WORK TO COMPLETE: Write out again, exactly, the lines below starting at the one with "return fmaps, runs" and ending at the one with "if target.relative in".

EXTRACTED INFORMATION:
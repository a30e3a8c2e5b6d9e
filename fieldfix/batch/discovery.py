"""Discovery: the field maps and EPI runs of a BIDS dataset, and which belong together.

Per subject and session :func:`discover` finds the field-map acquisitions BIDS describes:

* gradient-echo: a phase difference with magnitudes (``phasediff``, ``magnitude1`` /
  ``magnitude2``), two phases with magnitudes (``phase1`` / ``phase2``), a ready field map
  with a magnitude (``fieldmap``, ``magnitude``);
* reversed phase-encode EPI: ``fmap/*_dir-<label>_epi`` images, and ``perf/*_m0scan``
  images that carry a ``B0FieldIdentifier``, grouped by ``B0FieldIdentifier`` or else by a
  shared ``IntendedFor`` (the ``dir-`` entity differs within a group);

and the EPI runs (``func``, ``dwi``, ``perf``) each is meant for, through ``IntendedFor``
and ``B0FieldIdentifier`` / ``B0FieldSource``. Nothing is dropped: runs with no field map,
field maps with no target, and every problem (an unreadable sidecar, an input that
resolves outside the dataset, a wrong entry) are kept with their reasons, on the run or
field map they concern. Discovery reads names and sidecars only, never image data.

Inputs that resolve (through symbolic links) outside the dataset are refused unless
allowed; links into the dataset's own object store (``.git/annex/objects`` inside the
root) resolve inside it and are followed.
"""

from __future__ import annotations

import os
from dataclasses import dataclass
from pathlib import Path
from typing import Sequence

from ..errors import FieldfixError, InputError
from ..jsonfile import read_json
from .fieldmaps import classify_gre, epi_groups
from .inventory import FieldMapAcquisition, Inventory, Run
from .bids import (
    IntendedTarget,
    SidecarIndex,
    as_list,
    check_label,
    parse_bids_name,
    resolve_intended_for,
)

__all__ = ["RUN_SUFFIXES", "RUN_DATATYPES", "FieldMapAcquisition", "Run", "Inventory", "discover"]

#: Suffixes of the runs that can be unwarped (EPI acquisitions).
RUN_SUFFIXES = ("bold", "cbv", "sbref", "dwi", "asl", "m0scan")
#: Data-type folders searched for runs.
RUN_DATATYPES = ("func", "dwi", "perf")
_GRE_ROLES = ("phasediff", "phase1", "phase2", "magnitude1", "magnitude2", "magnitude", "fieldmap")
_NIFTI = (".nii.gz", ".nii")


# ----------------------------------------------------------------------------- the dataset
@dataclass
class _Context:
    """What every step of one discovery needs."""

    root: Path
    sidecars: SidecarIndex
    allow_outside: bool
    self_names: set[str]
    problems: list[str]

    def relative(self, path: Path) -> str:
        return path.relative_to(self.root).as_posix()

    def input_problem(self, path: Path) -> str | None:
        """Why a data file cannot be read here: a dangling link, or a link out of the dataset."""
        rel = self.relative(path)
        if not path.exists():
            return f"{rel}: is a link whose target is missing (for annexed data: fetch the content first)"
        real = Path(os.path.realpath(path))
        if self.allow_outside or real == self.root or self.root in real.parents:
            return None
        return (f"{rel}: resolves outside the dataset (to {real}); inputs outside the dataset are refused "
                "unless allowed (allow_outside_inputs)")


def _self_names(root: Path, problems: list[str]) -> set[str]:
    """Names under which the dataset's DatasetLinks refer to the dataset itself."""
    path = root / "dataset_description.json"
    if not path.is_file():
        problems.append(f"{path}: dataset_description.json is missing (required by BIDS)")
        return set()
    try:
        links = read_json(path).get("DatasetLinks") or {}
    except FieldfixError as err:
        problems.append(str(err))
        return set()
    names = set()
    for name, url in (links.items() if isinstance(links, dict) else ()):
        text = str(url).removeprefix("file://")
        target = (root / text) if not os.path.isabs(text) else Path(text)
        if text in ("", ".", "./") or Path(os.path.realpath(target)) == root:
            names.add(str(name))
    return names


def _data_files(folder: Path) -> list[Path]:
    if not folder.is_dir():
        return []
    return sorted(p for p in folder.iterdir() if p.name.endswith(_NIFTI) and not p.name.startswith(".")
                  and (p.is_file() or p.is_symlink()))


def _subject_dirs(root: Path, labels: Sequence[str] | None, problems: list[str]) -> list[Path]:
    found = []
    for path in sorted(root.glob("sub-*")):
        if not path.is_dir():
            continue
        try:
            check_label(path.name, "subject folder")
        except InputError:
            problems.append(f"{path.name}: not a BIDS subject folder (the label after sub- must be letters and "
                            "digits); skipped")
            continue
        found.append(path)
    if not found:
        raise InputError("no sub-* folders with BIDS labels: not a BIDS dataset", path=root)
    if labels:
        wanted = [check_label(str(label), "participant label") for label in labels]
        present = {p.name[4:] for p in found}
        missing = [label for label in wanted if label not in present]
        if missing:
            raise InputError("participant(s) not in the dataset: " + ", ".join(f"sub-{m}" for m in missing),
                             path=root)
        found = [p for p in found if p.name[4:] in set(wanted)]
    return found


def discover(bids_root: str | os.PathLike, participant_labels: Sequence[str] | None = None, *,
             allow_outside_inputs: bool = False) -> Inventory:
    """Find field maps, EPI runs and what belongs together in a BIDS dataset.

    Parameters
    ----------
    bids_root : path
        Root of a BIDS dataset (the folder with ``dataset_description.json`` and ``sub-*``).
    participant_labels : sequence of str, optional
        Subjects to include, with or without the ``sub-`` prefix. All when None.
    allow_outside_inputs : bool
        Use data files that resolve through links outside the dataset (refused otherwise;
        links into the dataset's own annex object store are always followed).

    Returns
    -------
    Inventory

    Raises
    ------
    InputError
        The root is not a folder, holds no ``sub-*`` folder, or a requested participant is
        missing or not a BIDS label.

    Notes
    -----
    When several field maps claim a run, a usable one wins, then the lowest key; the
    choice is noted on the run.

    Examples
    --------
    >>> inv = discover("/data/study")                            # doctest: +SKIP
    >>> [r.path for r in inv.runs_without_fieldmap]              # doctest: +SKIP
    ['sub-02/func/sub-02_task-motor_bold.nii.gz']
    """
    root = Path(bids_root).expanduser().resolve()
    if not root.is_dir():
        raise InputError("BIDS root is not a folder", path=root)
    problems: list[str] = []
    subject_dirs = _subject_dirs(root, participant_labels, problems)
    context = _Context(root, SidecarIndex(root), allow_outside_inputs, _self_names(root, problems), problems)
    fieldmaps, runs = [], []
    for subject_dir in subject_dirs:
        sub_fmaps, sub_runs = _discover_subject(context, subject_dir)
        fieldmaps.extend(sub_fmaps)
        runs.extend(sub_runs)
    return Inventory(root=str(root), subjects=[p.name[4:] for p in subject_dirs], fieldmaps=fieldmaps, runs=runs,
                     problems=problems)


def _containers(context: _Context, subject_dir: Path) -> list[tuple[Path, str]]:
    sessions = []
    for path in sorted(subject_dir.glob("ses-*")):
        if not path.is_dir():
            continue
        label = path.name[4:]
        if not label.isalnum() or not label.isascii():
            context.problems.append(f"{context.relative(path)}: not a BIDS session folder (the label after ses- "
                                    "must be letters and digits); skipped")
            continue
        sessions.append((path, label))
    return sessions or [(subject_dir, "")]


def _discover_subject(context: _Context, subject_dir: Path) -> tuple[list[FieldMapAcquisition], list[Run]]:
    subject = subject_dir.name[4:]
    fmaps: list[FieldMapAcquisition] = []
    runs: list[Run] = []
    epi_members: list[tuple[Path, str]] = []
    for container, session in _containers(context, subject_dir):
        gre: dict[str, FieldMapAcquisition] = {}
        for path in _data_files(container / "fmap"):
            name = parse_bids_name(path.name)
            if name is not None and name.suffix == "epi":
                epi_members.append((path, session))
                continue
            if name is None or name.suffix not in _GRE_ROLES:
                context.problems.append(f"{context.relative(path)}: not a recognised field-map file")
                continue
            _add_gre_file(context, gre, path, name, subject, session)
        for fm in gre.values():
            classify_gre(fm)
        fmaps.extend(gre[k] for k in sorted(gre))
        runs.extend(_runs_in(context, container, subject, session))
    m0_members = [(Path(context.root / r.path), r.session) for r in runs
                  if r.suffix == "m0scan" and as_list(r.metadata.get("B0FieldIdentifier"))]
    fmaps.extend(epi_groups(context, subject, epi_members + m0_members, {f.key for f in fmaps}))
    for fm in fmaps:
        fm.identifiers = list(dict.fromkeys(str(i) for meta in fm.metadata.values()
                                            for i in as_list(meta.get("B0FieldIdentifier"))))
    _link(context, subject_dir, fmaps, runs)
    return fmaps, runs


def _add_gre_file(context: _Context, groups: dict, path: Path, name, subject: str, session: str) -> None:
    key = name.stem()
    fm = groups.setdefault(key, FieldMapAcquisition(key, subject, session))
    rel = context.relative(path)
    if name.suffix in fm.files:
        fm.add_problem(f"two {name.suffix} images ({fm.files[name.suffix]}, {rel})")
        return
    fm.files[name.suffix] = rel
    meta = context.sidecars.metadata(path)
    fm.metadata[name.suffix] = meta.values
    fm.unreadable.extend(meta.problems)
    for problem in meta.problems + [p for p in [context.input_problem(path)] if p]:
        fm.add_problem(problem)


def _runs_in(context: _Context, container: Path, subject: str, session: str) -> list[Run]:
    runs = []
    for datatype in RUN_DATATYPES:
        for path in _data_files(container / datatype):
            name = parse_bids_name(path.name)
            if name is None:
                context.problems.append(f"{context.relative(path)}: not a BIDS file name (entities key-label "
                                        "with letters and digits); skipped")
                continue
            if name.suffix not in RUN_SUFFIXES:
                continue
            meta = context.sidecars.metadata(path)
            problems = meta.problems + [p for p in [context.input_problem(path)] if p]
            runs.append(Run(path=context.relative(path), subject=subject, session=session, datatype=datatype,
                            suffix=name.suffix, metadata=meta.values, problems=problems))
    return runs


def _claims_through_intended(context: _Context, subject_dir: Path, fmaps, run_index) -> dict:
    claims: dict[str, list[tuple[str, str]]] = {}
    for fm in fmaps:
        entries = {repr(e): e for meta in fm.metadata.values() for e in as_list(meta.get("IntendedFor"))}
        for entry in entries.values():
            target: IntendedTarget = resolve_intended_for(entry, context.root, subject_dir, context.self_names)
            if target.relative in run_index:
                claims.setdefault(target.relative, []).append((fm.key, "IntendedFor"))
                if target.problem:
                    run_index[target.relative].problems.append(f"{fm.primary}: {target.problem}")
            elif target.problem:
                context.problems.append(f"{fm.primary}: {target.problem}")
            elif target.relative not in fm.other_targets:
                fm.other_targets.append(target.relative)
    return claims


def _link(context: _Context, subject_dir: Path, fmaps: list[FieldMapAcquisition], runs: list[Run]) -> None:
    run_index = {r.path: r for r in runs}
    claims = _claims_through_intended(context, subject_dir, fmaps, run_index)
    by_ident: dict[str, list[str]] = {}
    for fm in fmaps:
        for ident in fm.identifiers:
            by_ident.setdefault(ident, []).append(fm.key)
    members = {path for fm in fmaps for path in fm.files.values()}
    for run in runs:
        for source in as_list(run.metadata.get("B0FieldSource")):
            keys = by_ident.get(str(source))
            if not keys:
                if run.path not in members:  # it has a field map in the BIDS sense, which cannot be found
                    run.problems.append(f"{run.path}: B0FieldSource {source!r} matches no B0FieldIdentifier of "
                                        f"sub-{run.subject}")
                continue
            for key in keys:
                if (key, "IntendedFor") not in claims.get(run.path, []):
                    claims.setdefault(run.path, []).append((key, "B0FieldSource"))
    usable = {fm.key for fm in fmaps if not fm.problems}
    unreadable = list(dict.fromkeys(p for fm in fmaps for p in fm.unreadable))
    for run in runs:
        _choose(run, claims.get(run.path, []), usable)
        if run.fieldmap is None and unreadable and not run.problems:
            run.problems.append("whether a field map is meant for this run cannot be told: " + "; ".join(unreadable))
    for fm in fmaps:
        fm.targets = sorted(r.path for r in runs if r.fieldmap == fm.key)


def _choose(run: Run, found: list[tuple[str, str]], usable: set[str]) -> None:
    """Pick the field map of a run among those that claim it (a usable one first)."""
    if not found:
        run.note = "no field map is intended for this run"
        return
    keys = sorted({k for k, _ in found})
    chosen = sorted(keys, key=lambda k: (k not in usable, k))[0]
    run.fieldmap = chosen
    how = sorted({how for k, how in found if k == chosen})
    run.note = f"field map {chosen} (through {' and '.join(how)})"
    if len(keys) > 1:
        run.note += "; also claimed by " + ", ".join(k for k in keys if k != chosen)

RESULT OF THE TASK:
    return fmaps, runs


def _add_gre_file(context: _Context, groups: dict, path: Path, name, subject: str, session: str) -> None:
    key = name.stem()
    fm = groups.setdefault(key, FieldMapAcquisition(key, subject, session))
    rel = context.relative(path)
    if name.suffix in fm.files:
        fm.add_problem(f"two {name.suffix} images ({fm.files[name.suffix]}, {rel})")
        return
    fm.files[name.suffix] = rel
    meta = context.sidecars.metadata(path)
    fm.metadata[name.suffix] = meta.values
    fm.unreadable.extend(meta.problems)
    for problem in meta.problems + [p for p in [context.input_problem(path)] if p]:
        fm.add_problem(problem)


def _runs_in(context: _Context, container: Path, subject: str, session: str) -> list[Run]:
    runs = []
    for datatype in RUN_DATATYPES:
        for path in _data_files(container / datatype):
            name = parse_bids_name(path.name)
            if name is None:
                context.problems.append(f"{context.relative(path)}: not a BIDS file name (entities key-label "
                                        "with letters and digits); skipped")
                continue
            if name.suffix not in RUN_SUFFIXES:
                continue
            meta = context.sidecars.metadata(path)
            problems = meta.problems + [p for p in [context.input_problem(path)] if p]
            runs.append(Run(path=context.relative(path), subject=subject, session=session, datatype=datatype,
                            suffix=name.suffix, metadata=meta.values, problems=problems))
    return runs


def _claims_through_intended(context: _Context, subject_dir: Path, fmaps, run_index) -> dict:
    claims: dict[str, list[tuple[str, str]]] = {}
    for fm in fmaps:
        entries = {repr(e): e for meta in fm.metadata.values() for e in as_list(meta.get("IntendedFor"))}
        for entry in entries.values():
            target: IntendedTarget = resolve_intended_for(entry, context.root, subject_dir, context.self_names)
            if target.relative in run_index:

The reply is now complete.